From the line with "any)].map((count, i) =>" through the line with "hold(0, 52, 53);", inclusive, return each line of the data below exactly and leave the rest out.

[[ Stored data open ]]

import { and, asc, eq, gt, lt, sql } from 'drizzle-orm';
import { sha256Hex } from '#server/auth/tokens.ts';
import { signInFailures } from '#server/db/schema/sign-in-failures.ts';
import { ServiceError } from '#server/service-error.ts';
import type { ServiceDeps } from '#server/services/context.ts';

/**
 * Failures only are limited, and by account together with address: a whole paddock sits behind one address, and nobody can
 * lock a stranger out. Five in a quarter of an hour for one account, three hundred in an hour for one address.
 */
const ACCOUNT = { failures: 5, windowMs: 15 * 60_000 };
const ADDRESS = { failures: 300, windowMs: 60 * 60_000 };

export interface Attempt {
  readonly accountKey: string;
  readonly address: string;
}

export const attemptOf = (email: string, address: string): Attempt => ({ accountKey: sha256Hex(email), address });

/**
 * Counts a failure before the password is looked at, so that tries made at once cannot all slip under the limit;
 * `forgive` takes it back. @throws ServiceError TOO_MANY_ATTEMPTS, counting nothing.
 */
export async function countAsFailed(deps: ServiceDeps, attempt: Attempt): Promise<void> {
  const now = deps.now();
  await deps.db.transaction(async (tx) => {
    await tx.execute(sql`select pg_advisory_xact_lock(hashtextextended(${attempt.address}, 0))`);
    const since = (windowMs: number) =>
      and(eq(signInFailures.address, attempt.address), gt(signInFailures.failedAt, new Date(now - windowMs)));
    const limits = [
      { ...ADDRESS, where: since(ADDRESS.windowMs) },
      { ...ACCOUNT, where: and(since(ACCOUNT.windowMs), eq(signInFailures.accountKey, attempt.accountKey)) },
    ];
    for (const { failures, windowMs, where } of limits) {
      const rows = await tx.select({ at: signInFailures.failedAt }).from(signInFailures).where(where).orderBy(asc(signInFailures.failedAt));
      const oldestThatCounts = rows.at(-failures);
      if (oldestThatCounts) throw tooMany(oldestThatCounts.at.getTime() + windowMs - now);
    }
    await tx
      .delete(signInFailures)
      .where(and(eq(signInFailures.address, attempt.address), lt(signInFailures.failedAt, new Date(now - ADDRESS.windowMs))));
    await tx.insert(signInFailures).values({ ...attempt, failedAt: new Date(now) });
  });
}

/** The password was right: this account starts afresh from this address. */
export async function forgive(deps: ServiceDeps, attempt: Attempt): Promise<void> {
  await deps.db
    .delete(signInFailures)
    .where(and(eq(signInFailures.accountKey, attempt.accountKey), eq(signInFailures.address, attempt.address)));
}

function tooMany(waitMs: number): ServiceError {
  const retryAfterS = Math.max(1, Math.ceil(waitMs / 1000));
  const minutes = Math.ceil(retryAfterS / 60);
  return new ServiceError('TOO_MANY_ATTEMPTS', `Too many failed sign-ins. Wait ${minutes} minutes, then try again.`, { retryAfterS });
}
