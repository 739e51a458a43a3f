import { existsSync, readdirSync, readFileSync } from 'node:fs';
import { join } from 'node:path';
import { gzipSync } from 'node:zlib';

/** Reads what `npm run build` left in dist/. */
interface Chunk {
  readonly file: string;
  /** The module this chunk was made for, or null where it is only shared by others. */
  readonly entry: string | null;
  readonly imports: readonly string[];
  readonly modules: readonly string[];
}

export const DIST = 'dist';

export function chunks(): Chunk[] {
  const path = join(DIST, '.vite/modules.json');
  if (!existsSync(path)) throw new Error('dist/ holds no build: run `npm run build` first.');
  return JSON.parse(readFileSync(path, 'utf8'));
}

/** Everything fetched to show one world: the page's own script, the world's entry and all they import. */
export function chunksToShow(entry: string): Chunk[] {
  const all = chunks();
  const byFile = new Map(all.map((chunk) => [chunk.file, chunk]));
  const wanted = new Set<Chunk>();
  const want = (chunk: Chunk | undefined) => {
    if (chunk === undefined || wanted.has(chunk)) return;
    wanted.add(chunk);
    for (const file of chunk.imports) want(byFile.get(file));
  };
  const first = all.find((chunk) => chunk.entry?.endsWith('index.html'));
  const world = all.find((chunk) => chunk.entry === entry);
  if (first === undefined || world === undefined) throw new Error(`The build has no chunk for ${entry}.`);
  want(first);
  want(world);
  return [...wanted];
}

export function gzipBytes(files: readonly string[]): number {
  return files.reduce((sum, file) => sum + gzipSync(readFileSync(join(DIST, file))).length, 0);
}

export function precached(): string[] {
  const worker = readFileSync(join(DIST, 'sw.js'), 'utf8');
  return [...new Set([...worker.matchAll(/url:"([^"]+)"/g)].map((match) => match[1] ?? ''))];
}

export function assets(): string[] {
  return readdirSync(join(DIST, 'assets')).map((file) => `assets/${file}`);
}
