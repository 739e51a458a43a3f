/*
 * Runs the real firmware in simavr for some seconds of the chip's own time, with pulses, bounce, a press, a receiver's pulse
 * per second and its sentences on the pins. What the box sends goes to standard output.
 *
 * Standard input: one event a line, `<microsecond> <port or U> <pin> <level>` in order of time; U is a byte into the serial
 * line. The last line's instant ends the run.
 */
#include <simavr/avr_ioport.h>
#include <simavr/avr_timer.h>
#include <simavr/avr_uart.h>
#include <simavr/sim_avr.h>
#include <simavr/sim_elf.h>
#include <stdio.h>
#include <stdlib.h>

#define HZ 16000000UL

static void sent(struct avr_irq_t *irq, uint32_t value, void *param) {
  (void)irq;
  (void)param;
  putchar((int)(value & 0xff));
}

int main(int argc, char **argv) {
  elf_firmware_t firmware = {0};
  avr_t *avr;
  avr_irq_t *uart_in, *capture;
  uint32_t flags = 0;
  unsigned long long us;
  char port;
  int pin, level;

  if (argc != 2 || elf_read_firmware(argv[1], &firmware) != 0) return 1;
  avr = avr_make_mcu_by_name("atmega328p");
  if (avr == NULL) return 2;
  avr_init(avr);
  avr->frequency = HZ;
  avr_load_firmware(avr, &firmware);

  avr_ioctl(avr, AVR_IOCTL_UART_GET_FLAGS('0'), &flags);
  flags &= (uint32_t)~AVR_UART_FLAG_STDIO;
  avr_ioctl(avr, AVR_IOCTL_UART_SET_FLAGS('0'), &flags);
  avr_irq_register_notify(avr_io_getirq(avr, AVR_IOCTL_UART_GETIRQ('0'), UART_IRQ_OUTPUT), sent, NULL);
  uart_in = avr_io_getirq(avr, AVR_IOCTL_UART_GETIRQ('0'), UART_IRQ_INPUT);
  capture = avr_io_getirq(avr, AVR_IOCTL_TIMER_GETIRQ('1'), TIMER_IRQ_IN_ICP);

  while (scanf(" %llu %c %d %d", &us, &port, &pin, &level) == 4) {
    while (avr->cycle < us * (HZ / 1000000)) {
      int state = avr_run(avr);
      if (state == cpu_Done || state == cpu_Crashed) return 3;
    }
    if (port == 'U') avr_raise_irq(uart_in, (uint32_t)level);
    else if (port == 'B' && pin == 0) avr_raise_irq(capture, (uint32_t)level);
    else avr_raise_irq(avr_io_getirq(avr, AVR_IOCTL_IOPORT_GETIRQ(port), pin), (uint32_t)level);
  }
  fflush(stdout);
  return 0;
}
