import { asc, eq } from 'drizzle-orm';
import { memberships } from '#server/db/schema/memberships.ts';
import { teams } from '#server/db/schema/teams.ts';
import { users } from '#server/db/schema/users.ts';
import { ServiceError } from '#server/service-error.ts';
import { requireUser } from '#server/services/access/require-user.ts';
import type { ServiceContext } from '#server/services/context.ts';
import type { MeResponse } from '#shared/api/auth.ts';

export async function me(ctx: ServiceContext): Promise<MeResponse> {
  const userId = requireUser(ctx);
  const [user] = await ctx.db.select({ id: users.id, email: users.email, name: users.name }).from(users).where(eq(users.id, userId));
  if (!user) throw new ServiceError('SIGN_IN_REQUIRED', 'Sign in first.');
  const rows = await ctx.db
    .select({ id: teams.id, name: teams.name, kind: teams.kind, role: memberships.role })
    .from(memberships)
    .innerJoin(teams, eq(teams.id, memberships.teamId))
    .where(eq(memberships.userId, userId))
    .orderBy(asc(memberships.createdAt), asc(teams.id));
  return { user, teams: rows };
}
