import { readFileSync, statSync } from 'node:fs';
import { join } from 'node:path';
import { describe, expect, test } from 'vitest';
import { assets, chunks, chunksToShow, DIST, gzipBytes, precached } from './built.ts';

const PADDOCK_ONLY = /node_modules\/(react-router|@tanstack|react-hook-form|@hookform|zod)\//;

const modulesToShow = (entry: string) => chunksToShow(entry).flatMap((chunk) => chunk.modules);

describe('the two bundles', () => {
  test('the cockpit carries no router, Query, forms or zod', () => {
    expect(modulesToShow('src/cockpit/cockpit.tsx').filter((module) => PADDOCK_ONLY.test(module))).toEqual([]);
  });

  test('the cockpit carries nothing of the paddock, and the paddock nothing of the cockpit', () => {
    expect(modulesToShow('src/cockpit/cockpit.tsx').filter((module) => module.includes('src/paddock/'))).toEqual([]);
    expect(modulesToShow('src/paddock/paddock.tsx').filter((module) => module.includes('src/cockpit/'))).toEqual([]);
  });

  test('the paddock does carry the router, so that the search above can find it', () => {
    const modules = chunks().flatMap((chunk) => chunk.modules);
    expect(modules.some((module) => PADDOCK_ONLY.test(module))).toBe(true);
  });

  test("the cockpit's JavaScript stays within 130 kB gzipped", () => {
    expect(gzipBytes(chunksToShow('src/cockpit/cockpit.tsx').map((chunk) => chunk.file))).toBeLessThanOrEqual(130_000);
  });
});

describe('the precache', () => {
  test('holds every file of the build, so that every page opens offline', () => {
    const held = new Set(precached());
    expect(assets().filter((file) => !held.has(file))).toEqual([]);
    expect(held.has('index.html')).toBe(true);
  });

  test('stays within 1.2 MB', () => {
    const bytes = precached().reduce((sum, file) => sum + statSync(join(DIST, file)).size, 0);
    expect(bytes).toBeLessThanOrEqual(1_200_000);
  });

  test('leaves /api and the files of the pulse box alone and waits for a prompt', () => {
    const worker = readFileSync(join(DIST, 'sw.js'), 'utf8');
    expect(worker).toContain('denylist:[/^\\/api(\\/|$)/,/^\\/pulse-box\\//]');
    expect(worker).toMatch(/"SKIP_WAITING"===\w+\.data\.type/);
  });
});

test('index.html holds no inline script or style, as the content security policy asks', () => {
  const page = readFileSync(join(DIST, 'index.html'), 'utf8');
  expect(page.match(/<script(?![^>]*\ssrc=)/g)).toBeNull();
  expect(page.match(/<style|\sstyle=|\son\w+=/g)).toBeNull();
});
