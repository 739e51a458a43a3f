import { queryOptions } from '@tanstack/react-query';
import { teamResponseSchema } from '#shared/api/teams.ts';
import { keys } from '#src/api/query-keys.ts';
import { request } from '#src/api/request.ts';

export const teamQuery = (userId: string, teamId: string) =>
  queryOptions({
    queryKey: keys.team(userId, teamId),
    queryFn: ({ signal }) => request(teamResponseSchema, `/teams/${teamId}`, { signal }),
  });
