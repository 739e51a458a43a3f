import { queryOptions } from '@tanstack/react-query';
import { garageResponseSchema } from '#shared/api/teams.ts';
import { keys } from '#src/api/query-keys.ts';
import { request } from '#src/api/request.ts';

export const garageQuery = (userId: string, teamId: string) =>
  queryOptions({
    queryKey: keys.garage(userId, teamId),
    queryFn: ({ signal }) => request(garageResponseSchema, `/teams/${teamId}/garage`, { signal }),
  });
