import { asc, eq } from 'drizzle-orm';
import { cars } from '#server/db/schema/cars.ts';
import { memberships } from '#server/db/schema/memberships.ts';
import { users } from '#server/db/schema/users.ts';
import { requireTeam } from '#server/services/access/require-team.ts';
import type { ServiceContext } from '#server/services/context.ts';
import type { TeamResponse } from '#shared/api/teams.ts';

export async function getTeam(ctx: ServiceContext, teamId: string): Promise<TeamResponse> {
  const { team, role } = await requireTeam(ctx, teamId, 'team.read');
  const members = await ctx.db
    .select({ userId: users.id, name: users.name, role: memberships.role })
    .from(memberships)
    .innerJoin(users, eq(users.id, memberships.userId))
    .where(eq(memberships.teamId, teamId))
    .orderBy(asc(memberships.role), asc(users.name));
  const garage = await ctx.db
    .select({ id: cars.id, name: cars.name, dialReadsHighPercent: cars.dialReadsHighPercent })
    .from(cars)
    .where(eq(cars.teamId, teamId))
    .orderBy(asc(cars.name));
  return { team, myRole: role, members, cars: garage };
}
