/* The parts of the pulse box that know no hardware, as a program: one command a line on standard input, one answer a line. */
#include <inttypes.h>
#include <stdio.h>

#include "box-input.h"
#include "box-sentence.h"

int main(void) {
  char kind;
  uint32_t a, b, c;
  volatile box_edges edges = {0, 0, 0};
  box_contact contact = {0, 0, 0, 0, 0};
  while (scanf(" %c %" SCNu32 " %" SCNu32 " %" SCNu32, &kind, &a, &b, &c) == 4) {
    char text[BOX_SENTENCE_MAX];
    uint8_t length = 0;
    switch (kind) {
      case 'W': length = box_wheel(text, (uint8_t)a, b, c); break;
      case 'B': length = box_button(text, (uint8_t)a, b, c); break;
      case 'T': length = box_pps(text, a); break;
      case 'E': /* an edge at a */
        box_take_edge(&edges, a);
        printf("%" PRIu32 " %" PRIu32 "\n", edges.count, edges.us);
        continue;
      case 'C': /* a look at the contact: closed a, at b */
        box_look(&contact, (uint8_t)a, b);
        printf("%" PRIu32 " %" PRIu32 "\n", contact.presses, contact.us);
        continue;
      case 'U': /* overflows a, ticks b, pending c */
        printf("%" PRIu32 "\n", box_micros(a, (uint16_t)b, (uint8_t)c));
        continue;
      default: return 1;
    }
    if (length > BOX_SENTENCE_MAX) return 2;
    fwrite(text, 1, length, stdout);
  }
  return 0;
}
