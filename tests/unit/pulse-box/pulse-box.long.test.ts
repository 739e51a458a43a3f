import { afterAll, describe, expect, it, vi } from 'vitest';
import { createRandom } from '#shared/drive/random.ts';
import { frameSentence } from '#shared/sensor/checksum.ts';
import { writeButton, writePps, writeWheel } from '#shared/sensor/sentence-writer.ts';
import { ofType, readAll } from '#tests/unit/sensor/reading.ts';
import {
  avrNote,
  canSimulate,
  compileFirmware,
  compilerNote,
  hasAvrCompiler,
  hasCompiler,
  hostProgram,
  makeFolder,
  type PinEvent,
  simulate,
  simulatorNote,
  sizeOf,
} from './tools.ts';

vi.setConfig({ testTimeout: 60_000 });

const folder = makeFolder();
afterAll(() => folder.remove());

const EDGES = [0, 1, 9, 10, 99, 100, 65_535, 65_536, 999_999_999, 2 ** 31 - 1, 2 ** 31, 2 ** 32 - 1];

describe.skipIf(!hasCompiler)(`parts of the pulse box that know no hardware${compilerNote}`, () => {
  const host = hasCompiler ? hostProgram(folder.path) : () => '';

  it('make the sentences that the reader reads, character by character', () => {
    const random = createRandom(1, 'counters');
    const any = (): number => Math.floor(random.range(0, 2 ** 32));
    const rows = [...EDGES, ...Array.from({ length: 500 }, any)].map((count, i) => ({ which: i % 256, count, us: EDGES[i] ?? any() }));
    const said = host(rows.flatMap(({ which, count, us }) => [`W ${which} ${count} ${us}`, `B ${which} ${count} ${us}`, `T ${us} 0 0`]));
    const expected = rows.map(({ which, count, us }) => writeWheel(which, count, us) + writeButton(which, count, us) + writePps(us));
    expect(said).toBe(expected.join(''));
    const { reader, observations } = readAll(said);
    expect([reader.goodLines, reader.garbledLines]).toEqual([3 * rows.length, 0]);
    expect(ofType(observations, 'pulse.v1').map((o) => o.count)).toEqual(rows.map((r) => r.count));
  });

  const numbers = (text: string): number[][] =>
    text
      .trim()
      .split('\n')
      .map((line) => line.split(' ').map(Number));

  it('count an edge once however it bounces, over the wrap of the microseconds too', () => {
    const base = 2 ** 32 - 10_000;
    const edges = Array.from({ length: 10 }, (_, i) => [i * 2000, i * 2000 + 40, i * 2000 + 230]).flat();
    const seen = numbers(host(edges.map((us) => `E ${(base + us) % 2 ** 32} 0 0`)));
    expect(seen.at(-1)).toEqual([10, (base + 18_000) % 2 ** 32]);
    expect(numbers(host(['E 0 0 0', 'E 249 0 0', 'E 250 0 0'])).at(-1)).toEqual([2, 250]);
  });

  it('take a contact that holds for a press, at the instant it first closed, and a glitch for none', () => {
    const looks: string[] = [];
    const hold = (closed: 0 | 1, fromMs: number, toMs: number): void => {
      for (let ms = fromMs; ms < toMs; ms += 1) looks.push(`C ${closed} ${ms * 1000} 0`);
    };
    hold(0, 0, 10);
    hold(1, 10, 13); // a glitch of the ignition
    hold(0, 13, 50);
    hold(1, 50, 52); // bounce, then a press
    hold(0, 52, 53);
    hold(1, 53, 200);
    hold(0, 200, 210); // the contact opens for too short a time
    hold(1, 210, 300);
    hold(0, 300, 400);
    hold(1, 400, 500);
    const seen = numbers(host(looks));
    expect(seen.map(([presses]) => presses).filter((p, i, all) => p !== all[i - 1])).toEqual([0, 1, 2]);
    expect(seen.find(([presses]) => presses === 1)).toEqual([1, 53_000]);
    expect(seen.at(-1)).toEqual([2, 400_000]);
  });

  it('tell microseconds without a step where the timer runs over', () => {
    const asked = ['U 7 65535 0', 'U 7 0 1', 'U 8 0 0', 'U 7 65535 1', 'U 131071 65535 0', 'U 131072 0 0'];
    expect(numbers(host(asked)).flat()).toEqual([8 * 32_768 - 1, 8 * 32_768, 8 * 32_768, 8 * 32_768 - 1, 2 ** 32 - 1, 0]);
  });
});

describe.skipIf(!hasAvrCompiler)(`firmware of the pulse box${avrNote}`, () => {
  it('compiles without a warning and fits the chip with half its memory free for the stack', () => {
    const { flash, memory } = sizeOf(compileFirmware(folder.path));
    console.info(`${flash} bytes of flash, ${memory} of memory`);
    expect(flash).toBeLessThan(30_720);
    expect(memory).toBeLessThan(1024);
  });
});

describe.skipIf(!canSimulate)(`firmware in a simulated chip${simulatorNote}`, () => {
  const END_US = 4_000_000;
  const low = (us: number, port: string, pin: number, forUs: number): PinEvent[] => [
    { us, port, pin, level: 0 },
    { us: us + forUs, port, pin, level: 1 },
  ];
  const RMC = frameSentence('GNRMC,120000.00,A,5130.00000,N,00007.00000,W,10.0,90.0,010626,,,A');

  function scene() {
    const idle: PinEvent[] = [...[2, 3].map((pin) => ({ us: 0, port: 'D', pin, level: 1 }))];
    idle.push(...[0, 1].map((pin) => ({ us: 0, port: 'C', pin, level: 1 })), { us: 0, port: 'B', pin: 0, level: 0 });
    // wheel 0 pulls away to 500 pulses a second, each edge bouncing; wheel 1 runs at 1900 a second
    const slow: number[] = [];
    for (let us = 500_000, period = 20_000; us < 3_000_000; us += period = Math.max(2000, period * 0.97)) slow.push(Math.round(us));
    const fast = Array.from({ length: 1900 }, (_, i) => 1_000_000 + Math.round((i * 1e6) / 1900));
    const pulses = [
      ...slow.flatMap((us) => [...low(us, 'D', 2, 30), ...low(us + 60, 'D', 2, 500)]),
      ...fast.flatMap((us) => low(us, 'D', 3, 100)),
    ];
    const pps = [1, 2, 3].flatMap((s) => [
      { us: s * 1_000_000 + 123_456, port: 'B', pin: 0, level: 1 },
      { us: s * 1_000_000 + 223_456, port: 'B', pin: 0, level: 0 },
    ]);
    const presses = [...low(1_500_000, 'C', 0, 700), ...low(1_501_000, 'C', 0, 80_000), ...low(2_500_000, 'C', 1, 80_000)];
    const receiver = [800_000, 1_800_000, 2_800_000].flatMap((from) =>
      [...`${RMC}\r\n`].map((c, i) => ({ us: from + i * 87, port: 'U', pin: 0, level: c.charCodeAt(0) })),
    );
    return { slow, fast, events: [...idle, ...pulses, ...pps, ...presses, ...receiver, { us: END_US, port: 'D', pin: 2, level: 1 }] };
  }

  it('counts every pulse, once, at its instant; tells presses and PPS edges; passes the receiver on', () => {
    const { slow, fast, events } = scene();
    const sent = simulate(folder.path, compileFirmware(folder.path), events);
    const { observations, reader } = readAll(sent.slice(sent.indexOf('$')));
    expect(reader.garbledLines).toBe(0);
    const wheel = (channel: number) => ofType(observations, 'pulse.v1').filter((o) => o.channel === channel);
    // the chip's clock begins some 0.3 ms after power: the first edge tells by how much
    const began = (slow[0] ?? 0) - (wheel(0).find((o) => o.count === 1)?.boxUs ?? Number.NaN);
    expect(began).toBeGreaterThan(0);
    expect(began).toBeLessThan(1000);
    for (const [channel, edges] of [slow, fast].entries()) {
      const moving = wheel(channel).filter((o, i, all) => o.count !== (all[i - 1]?.count ?? 0));
      expect(moving.at(-1)?.count).toBe(edges.length);
      const late = moving.map((o) => o.boxUs + began - (edges[o.count - 1] ?? Number.NaN));
      console.info(
        `channel ${channel}: ${edges.length} pulses, ${moving.length} sentences, late by ${Math.min(...late)} to ${Math.max(...late)} µs`,
      );
      // an edge waits for another interrupt to end, never longer
      for (const us of late) expect(Math.abs(us)).toBeLessThan(25);
      // at most fifty sentences a second
      expect(moving.length).toBeLessThanOrEqual(((moving.at(-1)?.boxUs ?? 0) - (moving[0]?.boxUs ?? 0)) / 20_000 + 2);
      // a sign of life each second, at rest too
      expect(wheel(channel).at(-1)?.boxUs).toBeGreaterThan(END_US - 1_100_000);
    }
    const pps = ofType(observations, 'pps.v1').map((o) => o.boxUs);
    expect(pps.slice(1).map((us, i) => us - (pps[i] ?? 0))).toEqual([expect.closeTo(1e6, -1), expect.closeTo(1e6, -1)]);
    const presses = (button: number) => ofType(observations, 'button.v1').filter((o) => o.button === button && o.presses === 1);
    for (const [button, us] of [1_500_000, 2_500_000].entries()) {
      const told = presses(button).filter((o) => o.boxUs === presses(button)[0]?.boxUs);
      expect(told).toHaveLength(3);
      expect(Math.abs((told[0]?.boxUs ?? 0) + began - us)).toBeLessThan(2100);
    }
    expect(sent.split(`${RMC}\r\n`)).toHaveLength(4);
    expect(ofType(observations, 'fix.v1').length).toBeGreaterThan(0);
  });
});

[[ Stored data closed ]]

* **Your solution**:
    const rows = [...EDGES, ...Array.from({ length: 500 }, any)].map((count, i) => ({ which: i % 256, count, us: EDGES[i] ?? any() }));
    const said = host(rows.flatMap(({ which, count, us }) => [`W ${which} ${count} ${us}`, `B ${which} ${count} ${us}`, `T ${us} 0 0`]));
    const expected = rows.map(({ which, count, us }) => writeWheel(which, count, us) + writeButton(which, count, us) + writePps(us));
    expect(said).toBe(expected.join(''));
    const { reader, observations } = readAll(said);
    expect([reader.goodLines, reader.garbledLines]).toEqual([3 * rows.length, 0]);
    expect(ofType(observations, 'pulse.v1').map((o) => o.count)).toEqual(rows.map((r) => r.count));
  });

  const numbers = (text: string): number[][] =>
    text
      .trim()
      .split('\n')
      .map((line) => line.split(' ').map(Number));

  it('count an edge once however it bounces, over the wrap of the microseconds too', () => {
    const base = 2 ** 32 - 10_000;
    const edges = Array.from({ length: 10 }, (_, i) => [i * 2000, i * 2000 + 40, i * 2000 + 230]).flat();
    const seen = numbers(host(edges.map((us) => `E ${(base + us) % 2 ** 32} 0 0`)));
    expect(seen.at(-1)).toEqual([10, (base + 18_000) % 2 ** 32]);
    expect(numbers(host(['E 0 0 0', 'E 249 0 0', 'E 250 0 0'])).at(-1)).toEqual([2, 250]);
  });

  it('take a contact that holds for a press, at the instant it first closed, and a glitch for none', () => {
    const looks: string[] = [];
    const hold = (closed: 0 | 1, fromMs: number, toMs: number): void => {
      for (let ms = fromMs; ms < toMs; ms += 1) looks.push(`C ${closed} ${ms * 1000} 0`);
    };
    hold(0, 0, 10);
    hold(1, 10, 13); // a glitch of the ignition
    hold(0, 13, 50);
    hold(1, 50, 52); // bounce, then a press
    hold(0, 52, 53);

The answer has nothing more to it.